** Opening Available records block **

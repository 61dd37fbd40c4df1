import { isMainThread } from 'node:worker_threads';
import wasm from '@jitl/quickjs-wasmfile-release-sync/wasm';
import { serveProcess } from './serve-process.js';
import { serveThread } from './serve-thread.js';

const bytes: Uint8Array<ArrayBuffer> = wasm;

/** Entry of the sandbox's own process and of the thread inside it; built by build.mjs into one file. */
if (isMainThread) serveProcess(new URL(import.meta.url), new WebAssembly.Module(bytes));
else serveThread(SANDBOX_INSIDE);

** Closing Available records block **

Starting at the line that holds "import wasm from", set down each line exactly through the last line of the records above, and no others.

* _Result_:
import wasm from '@jitl/quickjs-wasmfile-release-sync/wasm';
import { serveProcess } from './serve-process.js';
import { serveThread } from './serve-thread.js';

const bytes: Uint8Array<ArrayBuffer> = wasm;

/** Entry of the sandbox's own process and of the thread inside it; built by build.mjs into one file. */
if (isMainThread) serveProcess(new URL(import.meta.url), new WebAssembly.Module(bytes));
else serveThread(SANDBOX_INSIDE);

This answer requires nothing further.